Physics Department, University of the Basque Country (UPV/EHU), Leioa, Basque Country, Leioa, Spain.
Department of Chemical Engineering, Columbia University, New York, New York 10027, USA.
J Chem Phys. 2023 Apr 28;158(16). doi: 10.1063/5.0146803.
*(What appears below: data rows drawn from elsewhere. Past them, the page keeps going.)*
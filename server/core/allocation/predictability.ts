import { DomainError } from '../errors.ts';
import { type RandomStream, randomStream } from '../numerics/generator.ts';
import { createGuesser } from './guesser.ts';
import { keyedChance, SECRET_BYTES } from './keyed-draw.ts';
import { type AllocationPlan, emptyLedger, issueNext } from './ledger.ts';

/** Probabilities closer than this are a tie: sums of a few hundred products round far less. */
const TIE = 1e-9;

/** The studies that are simulated. */
export interface SimulatedEnrolment {
  readonly sites: number;
  readonly stationsPerSite: number;
  /** At each site; they are spread over its stations as evenly as can be. */
  readonly participantsPerSite: number;
  readonly strata: readonly string[];
  /** How many studies are simulated, from 2. */
  readonly studies: number;
  /** How many studies the guesser imagines where slots are hidden from it, from 1. */
  readonly imagined: number;
  /** 16 hexadecimal digits. */
  readonly seed: string;
}

/** A share of slots guessed right, from 0 to 1. */
export interface GuessedShare {
  readonly estimate: number;
  /** Of the estimate, from the differences between the simulated studies. */
  readonly standardError: number;
}

/** How often the next sequence is guessed right, by what the guesser has seen. */
export interface Predictability {
  /** By somebody who knows nothing but the sequences: 1/n. */
  readonly chance: number;
  /** The slots of one station. */
  readonly station: GuessedShare;
  /** The slots of all stations of one site. */
  readonly site: GuessedShare;
  /** Every slot of the study: exact but for the simulation, and no view can do better. */
  readonly study: GuessedShare;
}

interface SimulatedArrival {
  readonly site: number;
  readonly station: number;
  readonly stratum: string;
}

const VIEWS = ['station', 'site', 'study'] as const;
type View = (typeof VIEWS)[number];

/**
 * How often the next sequence can be guessed, by seeded simulation of whole studies.
 *
 * Participants come in random order over sites, stations and strata, and get what the policy hands
 * out under a secret drawn for each study. A guesser (see `createGuesser`) sees the first station
 * of the first site, that whole site, or the study, and guesses before every slot that it is to
 * see; where it holds m sequences for equally likely, one of them right counts 1/m. It also knows
 * who arrived where and in which stratum, which real stations hardly do: the estimates rather
 * overstate. With few imagined studies they rather understate for station and site, since the
 * guesser is then not the best. `study` bounds both from above, up to the simulation's error.
 *
 * The same input gives the same answer.
 *
 * @throws {DomainError} when a number is not whole or too small, or there are more stations at a
 *   site than participants, or as `emptyLedger` and `randomStream`
 */
export function predictability(
  plan: AllocationPlan,
  enrolment: SimulatedEnrolment,
): Predictability {
  requireEnrolment(enrolment);
  const shares: Record<View, number[]> = { station: [], site: [], study: [] };
  for (let study = 0; study < enrolment.studies; study += 1) {
    const stream = randomStream(enrolment.seed, study);
    const guessed = simulatedStudy(plan, enrolment, stream);
    for (const view of VIEWS) shares[view].push(guessed[view]);
  }
  return {
    chance: 1 / plan.set.sequences.length,
    station: shareOf(shares.station),
    site: shareOf(shares.site),
    study: shareOf(shares.study),
  };
}

function requireEnrolment(enrolment: SimulatedEnrolment): void {
  const { sites, stationsPerSite, participantsPerSite, studies, imagined, strata } = enrolment;
  const given = { sites, stationsPerSite, participantsPerSite, studies, imagined };
  for (const [name, value] of Object.entries(given)) {
    const minimum = name === 'studies' ? 2 : 1;
    if (Number.isSafeInteger(value) && value >= minimum) continue;
    throw new DomainError(`${name} must be a whole number from ${minimum}, not ${value}`);
  }
  if (participantsPerSite < stationsPerSite) {
    throw new DomainError('A site needs as many participants as stations at least');
  }
  if (strata.length === 0) throw new DomainError('There is no stratum');
}

/** The share of one study's slots that is guessed right in each view. */
function simulatedStudy(
  plan: AllocationPlan,
  enrolment: SimulatedEnrolment,
  stream: RandomStream,
): Record<View, number> {
  const studyId = 'simulated';
  const chance = keyedChance({ secret: secretFrom(stream), studyId, protocolVersion: 1 });
  const ledger = emptyLedger(plan, chance);
  const slotsBySite = new Array<number>(enrolment.sites).fill(0);
  const views = VIEWS.map((view) => ({
    view,
    guesser: createGuesser(plan, {
      imagined: seesAll(view, enrolment) ? 1 : enrolment.imagined,
      stream,
    }),
    guesses: 0,
    right: 0,
  }));
  for (const arrival of arrivalsOf(enrolment, stream)) {
    const place = { siteId: `${arrival.site}`, stratum: arrival.stratum };
    const slotNumber = (slotsBySite[arrival.site] ?? 0) + 1;
    slotsBySite[arrival.site] = slotNumber;
    const { sequenceIndex } = issueNext(ledger, { ...place, slotNumber });
    for (const one of views) {
      if (sees(one.view, arrival)) {
        one.guesses += 1;
        one.right += creditOf(one.guesser.probabilities(place), sequenceIndex);
        one.guesser.see(place, sequenceIndex);
      } else {
        one.guesser.miss(place);
      }
    }
  }
  const share = (view: View): number => {
    const found = views.find((one) => one.view === view);
    return found === undefined ? 0 : found.right / found.guesses;
  };
  return { station: share('station'), site: share('site'), study: share('study') };
}

/** 1 for a right guess, 0 for a wrong one; 1/m when it is one of m that are equally likely. */
function creditOf(chances: readonly number[], sequenceIndex: number): number {
  const most = Math.max(...chances);
  if ((chances[sequenceIndex] ?? 0) <= most - TIE) return 0;
  return 1 / chances.filter((chance) => chance > most - TIE).length;
}

function sees(view: View, { site, station }: SimulatedArrival): boolean {
  if (view === 'study') return true;
  return site === 0 && (view === 'site' || station === 0);
}

function seesAll(view: View, { sites, stationsPerSite }: SimulatedEnrolment): boolean {
  if (view === 'study') return true;
  return sites === 1 && (view === 'site' || stationsPerSite === 1);
}

/** Everybody, in random order (Fisher and Yates), each in a stratum drawn for them. */
function arrivalsOf(enrolment: SimulatedEnrolment, stream: RandomStream): SimulatedArrival[] {
  const { sites, stationsPerSite, participantsPerSite, strata } = enrolment;
  const arrivals = Array.from({ length: sites * participantsPerSite }, (_, index) => ({
    site: index % sites,
    station: Math.floor(index / sites) % stationsPerSite,
    stratum: strata[stream.nextBelow(strata.length)] ?? '',
  }));
  for (let last = arrivals.length - 1; last > 0; last -= 1) {
    const other = stream.nextBelow(last + 1);
    const [a, b] = [arrivals[last], arrivals[other]];
    if (a === undefined || b === undefined) continue;
    arrivals[last] = b;
    arrivals[other] = a;
  }
  return arrivals;
}

function secretFrom(stream: RandomStream): Uint8Array {
  return Uint8Array.from({ length: SECRET_BYTES }, () => stream.nextWord() & 0xff);
}

/** Mean over the studies, each with as many guesses as every other, and its standard error. */
function shareOf(shares: readonly number[]): GuessedShare {
  const count = shares.length;
  const mean = shares.reduce((sum, share) => sum + share, 0) / count;
  const squares = shares.reduce((sum, share) => sum + (share - mean) ** 2, 0);
  return { estimate: mean, standardError: Math.sqrt(squares / (count - 1) / count) };
}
In this work, we present ænet-PyTorch, a PyTorch-based implementation for training artificial neural network-based machine learning interatomic potentials. Developed as an extension of the atomic energy network (ænet), ænet-PyTorch provides access to all the tools included in ænet for the application and usage of the potentials. The package has been designed as an alternative to the internal training capabilities of ænet, leveraging the power of graphic processing units to facilitate direct training on forces in addition to energies. This leads to a substantial reduction of the training time by one to two orders of magnitude compared to the central processing unit implementation, enabling direct training on forces for systems beyond small molecules. Here, we demonstrate the main features of ænet-PyTorch and show its performance on open databases. Our results show that training on all the force information within a dataset is not necessary, and including between 10% and 20% of the force information is sufficient to achieve optimally accurate interatomic potentials with the least computational resources.
在这项工作中,我们提出了 ænet-PyTorch,这是一个基于 PyTorch 的实现,用于训练基于人工神经网络的机器学习原子间势。作为原子能量网络 (ænet) 的扩展,ænet-PyTorch 提供了对 ænet 中包含的所有工具的访问,用于势的应用和使用。该软件包旨在替代 ænet 的内部训练功能,利用图形处理单元的强大功能,除了能量之外,还可以直接对力进行训练。与中央处理器实现相比,这将训练时间减少了一到两个数量级,从而能够对小分子以外的系统进行直接力训练。在这里,我们展示了 ænet-PyTorch 的主要功能,并展示了它在开放数据库上的性能。我们的结果表明,在一个数据集内对所有力信息进行训练并不是必需的,并且包含 10%到 20%的力信息就足以用最少的计算资源获得最佳准确的原子间势。